I think you're doing it just right. The timing doesn't matter in this case where you're trying to make a good association with other dogs. It doesn't matter about his behavior. So, the presence of dogs = a rain storm of treats. When I used the word, "force" I couldn't quite imagine you forcing your dog. I just was confused I guess by the words, "obedience" and "command." Somehow I must have interpreted that to mean the dog will learn a command to be obedient and go enjoy other dogs. lol. Okay...I see what you mean now. And how you describe conditioning him gradually...a comfortable distance for him, treats when he sees other dogs at that comfortable distance and then working gradually, over time toward a little more sounds just right. And seeing if he'd like just one play mate that you know to be gentle and tolerant.


----------



## princess83 (Jul 21, 2018)

Poodlebeguiled said:


> I think you're doing it just right. The timing doesn't matter in this case where you're trying to make a good association with other dogs. It doesn't matter about his behavior. So, the presence of dogs = a rain storm of treats. When I used the word, "force" I couldn't quite imagine you forcing your dog. I just was confused I guess by the words, "obedience" and "command." Somehow I must have interpreted that to mean the dog will learn a command to be obedient and go enjoy other dogs. lol. Okay...I see what you mean now. And how you describe conditioning him gradually...a comfortable distance for him, treats when he sees other dogs at that comfortable distance and then working gradually, over time toward a little more sounds just right. And seeing if he'd like just one play mate that you know to be gentle and tolerant.


I'm sorry I most definitely didn't use proper word usage! But yes gradually introducing him and praises when he sees them and no reaction. We always praise, but this is different for him. So it is a change and I know change effects humans and dogs. I'll continue to do as we are and work our way to being around others. 

Sent from my SM-J727R4 using Tapatalk


----------



## Poodlebeguiled (May 27, 2013)

Praise is marginal as a reinforcer. I recommend high value treats in association with something that your adult dog has not had much experience with or something he doesn't like very much. Something stupendous should be paired with the other dogs, regardless of his reaction or behavior. Try to reinforce at a distance where he won't likely react...so he sees the dogs, perks up his ears but before he reacts strongly. This tells him that the best thing evarrrrr better than praise happens when dogs are around. I always use tiny, pea sized treats but very, very tasty ones. (real meat, cheese bits, hot dogs...that sort of thing) Show him that the presence of other dogs is a terrific thing. Dogs learn by association. They get praise and attention anyhow so while they like it, it may not raise the odds significantly that the dog will repeat that which you hope he will. He may not even know what the attention/praise is for since he gets that anyhow. (I presume) You want your reinforcer to be unquestionably paired with the stimuli that you're trying to make into a good thing.


----------



## princess83 (Jul 21, 2018)

Poodlebeguiled said:


> Praise is marginal as a reinforcer. I recommend high value treats in association with something that your adult dog has not had much experience with or something he doesn't like very much. Something stupendous should be paired with the other dogs, regardless of his reaction or behavior. Try to reinforce at a distance where he won't likely react...so he sees the dogs, perks up his ears but before he reacts strongly. This tells him that the best thing evarrrrr better than praise happens when dogs are around. I always use tiny, pea sized treats but very, very tasty ones. (real meat, cheese bits, hot dogs...that sort of thing) Show him that the presence of other dogs is a terrific thing. Dogs learn by association. They get praise and attention anyhow so while they like it, it may not raise the odds significantly that the dog will repeat that which you hope he will. He may not even know what the attention/praise is for since he gets that anyhow. (I presume) You want your reinforcer to be unquestionably paired with the stimuli that you're trying to make into a good thing.

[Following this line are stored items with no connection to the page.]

def _check_provides(
    stage: Stage,
    kind: str,
    before: pd.DataFrame | None,
    output: StageOutput,
    existing=(),
) -> list[str]:
    """The columns the stage added; a ContractError when it broke its contract.

    ``before`` is the table the stage received (its ``reads`` columns), ``existing`` every
    column of the earlier stages: a stage may not drop a column it received, add one it did not
    declare, rewrite one it was not given, or change the number of readings.
    """
    contract = stage.contract
    for what, names, declared in (
        ("grid", output.grids, contract.grids(kind)),
        ("table", output.tables, contract.tables(kind)),
    ):
        extra = [n for n in names if not any(fnmatchcase(n, p) for p in declared)]
        if extra:
            raise ContractError(
                f"stage '{stage.name}' wrote {what}(s) {extra} it does not declare "
                f"(declared: {list(declared)})"
            )
    if output.table is None:
        return []
    received = list(before.columns) if before is not None else []
    produced = set(output.table.columns)
    dropped = [c for c in received if c not in produced]
    if dropped:
        raise ContractError(f"stage '{stage.name}' dropped column(s) {dropped}")
    if before is not None and len(output.table) != len(before):
        raise ContractError(
            f"stage '{stage.name}' returned {len(output.table)} readings for {len(before)} "
            "(stages flag readings, they never drop or add any)"
        )
    added = [c for c in output.table.columns if c not in set(received)]
    rewritten = [c for c in added if c in set(existing)]
    if rewritten:
        raise ContractError(
            f"stage '{stage.name}' wrote column(s) {rewritten} of an earlier stage it does not read"
        )
    undeclared = [c for c in added if not contract.may_add(kind, c)]
    if undeclared:
        raise ContractError(f"stage '{stage.name}' added column(s) {undeclared} it does not declare")
    promised = [c for c in contract.provides(kind) if c not in produced]
    if promised and not output.skipped:
        raise ContractError(f"stage '{stage.name}' did not add the column(s) {promised} it provides")
    return added


def _step_rows(name: str, entry: dict) -> list[dict]:
    """checks.csv rows of a stage's skipped / degraded steps."""
    rows = []
    if entry.get("status") == "skipped":
        rows.append(
            {
                "check": f"step {name}",
                "value": float("nan"),
                "tolerance": float("nan"),
                "sense": "",
                "unit": "",
                "result": "skipped",
                "source": "potfield",
                "detail": entry.get("summary", ""),
                "stage": name,
            }
        )
    for text in entry.get("degraded", []):
        rows.append(
            {
                "check": f"step {name}",
                "value": float("nan"),
                "tolerance": float("nan"),
                "sense": "",
                "unit": "",
                "result": "degraded",
                "source": "potfield",
                "detail": text,
                "stage": name,
            }
        )
    return rows


def _mark_stale(manifest: dict, names, reason: str) -> None:
    """Mark the records of ``names`` stale: their results are not in readings.csv/checks.csv."""
    for name in names:
        entry = manifest["stages"].get(name)
        if not entry or entry.get("status") in ("stale", "not-applicable"):
            continue
        entry["status_before_stale"] = entry.get("status")
        entry["status"] = "stale"
        entry["stale_reason"] = reason


def run_survey(
    root: Path | str,
    *,
    until: str | None = None,
    only: str | None = None,
    start: str | None = None,
    force: bool = False,
    progress: Callable[[str], None] | None = None,
) -> RunSummary:
    """Run the stages of a survey folder. See the module docstring for caching rules."""
    say = progress or (lambda message: None)
    survey = Survey(Path(root))
    config = survey.load_config()
    spec = load_spec(config, survey)
    order = KIND_ORDER[config.kind]
    selected = select_stages(order, until, only, start)
    with survey.lock():
        survey.make_out()
        old = _read_manifest(survey)
        old_stages = old.get("stages", {}) if old.get("config_kind") == config.kind else {}
        manifest = {
            "potfield_version": __version__,
            "survey": config.survey.name,
            "config_kind": config.kind,
            "config_hash": config.full_hash(),
            "packages": package_versions(),
            "inputs": {},
            "spec": {k: list(v) for k, v in spec.items()},
            "stages": {k: dict(v) for k, v in old_stages.items()},
            "outputs": old.get("outputs", {}),
        }
        hashes: dict = {}
        checksums: dict[str, str] = {}
        state: dict[str, dict] = {}
        grids: dict = {}
        previous_key = ""
        records: list[StageRecord] = []
        last_index = order.index(selected[-1])
        later = order[last_index + 1 :]
        stamp = datetime.now(UTC).strftime("%Y-%m-%dT%H:%M:%SZ")
        stale_reason = (
            f"the run of {stamp} stopped after '{selected[-1]}': these results are "
            "not in readings.csv/checks.csv; run again without --until/--only to "
            "bring them back (unchanged ones are reused)"
        )
        for index, name in enumerate(order[: last_index + 1]):
            stage = load_stage(name)
            if config.kind not in stage.kinds:
                if name in selected:
                    manifest["stages"][name] = {"status": "not-applicable"}
                    records.append(StageRecord(name, "not-applicable"))
                    say(f"{name}: does nothing for {config.kind} surveys")
                continue
            key, inputs = _stage_key(stage, config, survey, previous_key, checksums)
            manifest["inputs"].update(inputs)
            previous_key = key
            cached = manifest["stages"].get(name, {})
            status = (
                cached.get("status_before_stale") if cached.get("status") == "stale" else cached.get("status")
            )
            cache_file = survey.cache / f"{name}.parquet"
            # --force recomputes the selected stages only; earlier ones must still be up to date
            is_cached = (
                not (force and name in selected)
                and cached.get("key") == key
                and status in CURRENT
                and _cache_file_ok(cache_file, cached.get("columns_added") or [])
                and all((survey.grids / f"{g}.nc").is_file() for g in cached.get("grids", []))
            )
            if name not in selected or is_cached:
                if not is_cached:
                    raise StageError(
                        f"stage '{name}' has no up-to-date result to start '{selected[0]}' from",
                        fix=f"run 'potfield run {survey.root}' (or with --until {selected[0]}) first",
                    )
                if cached.get("status") == "stale":  # an unchanged result comes back
                    cached["status"] = cached.pop("status_before_stale", "done")
                    cached.pop("stale_reason", None)
                state[name] = cached.get("state", {})
                for g in cached.get("grids", []):
                    grids[g] = survey.grids / f"{g}.nc"
                if name in selected:
                    records.append(
                        StageRecord(
                            name,
                            "cached",
                            notes=cached.get("notes", []),
                            skipped=cached.get("summary") if status == "skipped" else None,
                            degraded=list(cached.get("degraded", [])),
                        )
                    )
                    say(f"{name}: unchanged, reused" + _loud(cached))
                continue
            # Whatever follows this stage was made from results about to change: stale until rerun.
            _mark_stale(manifest, order[index + 1 :], stale_reason)
            # the columns of the stages before this one, each in the cache file of its stage
            layout = manifest_layout(survey.cache, manifest["stages"], order[:index])
            _check_requires(stage, config.kind, order, list(layout), state, manifest, survey.root)
            table = _read_table(layout, _stage_columns(stage, config.kind, layout)) if layout else None
            say(f"{name}: running")
            ctx = StageContext(
                config=config,
                survey=survey,
                table=table,
                state=state,
                spec=spec,
                grids=_LazyGrids(grids),
                progress=lambda m, n=name: say(f"{n}: {m}"),
                manifest=manifest,
            )
            started = time.perf_counter()
            try:
                output = stage.run(ctx)
                if not isinstance(output, StageOutput):
                    raise TypeError(f"stage {name} returned {type(output).__name__}, not StageOutput")
                added = _check_provides(stage, config.kind, table, output, layout)
                seconds = time.perf_counter() - started
                entry = _write_stage(survey, config, name, output, added, state, key, seconds, ctx)
            except BaseException:
                # out/ keeps describing what is current: the stages before this one
                _mark_stale(
                    manifest,
                    order[index:],
                    f"stage '{name}' failed in the run of {stamp}; these results are not current",
                )
                try:
                    _finish(survey, config, manifest, order[:index], hashes, state, grids)
                except Exception:  # noqa: BLE001, S110  (the original error matters more)
                    pass
                raise
            entry["contract"] = stage.contract.as_record(config.kind)
            entry["columns_added"] = added
            for g in entry["grids"]:
                grids[g] = survey.grids / f"{g}.nc"
            manifest["stages"][name] = entry
            # a later failure keeps this stage's record; the checksums follow the files written
            manifest["outputs"] = survey.output_checksums(hashes)
            write_json(survey.manifest_path, manifest)
            records.append(
                StageRecord(
                    name,
                    entry["status"],
                    seconds,
                    output.notes,
                    output.warnings,
                    output.skipped,
                    list(output.degraded),
                )
            )
            verb = "skipped" if entry["status"] == "skipped" else "done"
            say(f"{name}: {verb} in {seconds:.1f} s" + _loud(entry))
            # the table is on disk now: free it before the next stage reads its columns
            table = output = ctx = None
            release_memory()
        _mark_stale(manifest, later, stale_reason)
        stale = [n for n in later if manifest["stages"].get(n, {}).get("status") == "stale"]
        if stale:
            say(
                f"{', '.join(stale)}: marked stale (results not in readings.csv/checks.csv; "
                "run again without --until/--only to bring them back)"
            )
        checks, steps = _finish(survey, config, manifest, order[: last_index + 1], hashes, state, grids)
    return RunSummary(survey.root, records, checks, manifest, steps)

Completely makes sense! Yes! Tasty treats. I'll make sure I only use those for this part. Thank you all so much for advice! I accept all criticism because we can only learn from it. 

Sent from my SM-J727R4 using Tapatalk


----------



## Poodlebeguiled (May 27, 2013)

Has he never been around other dogs? Not ever? So that you don't know how he responds to seeing them? It could be that he'll just be curious and interested and not afraid, shy or reactive. What I'm getting at though, is when you take him near a park or somewhere where there are other dogs, it might your natural tendency to be anticipating a problem. You'll very subtly tense up. You might talk to your dog to reassure him, but your voice will have a tension or sound of nervousness in it. (possibly...I don't know you) Dogs are incredibly intuitive or rather they can pick up on the tiniest nuances of change in our demeanor, voice, look etc. So, just to warn you to become a really good actress and don't let on if you're the slightest bit unsure, anticipating trouble, nervous etc...because all that can make your dog think there is indeed something scary that is about to happen and can influence his response big time. It may be that he has no problem at all and is perfectly comfortable when he sees other dogs. Who knows for sure? We're anticipating because he's had no socialization with them so there's a good chance he'll react so it's nice to be prepared. But....fear not. lol. He may be okay with it.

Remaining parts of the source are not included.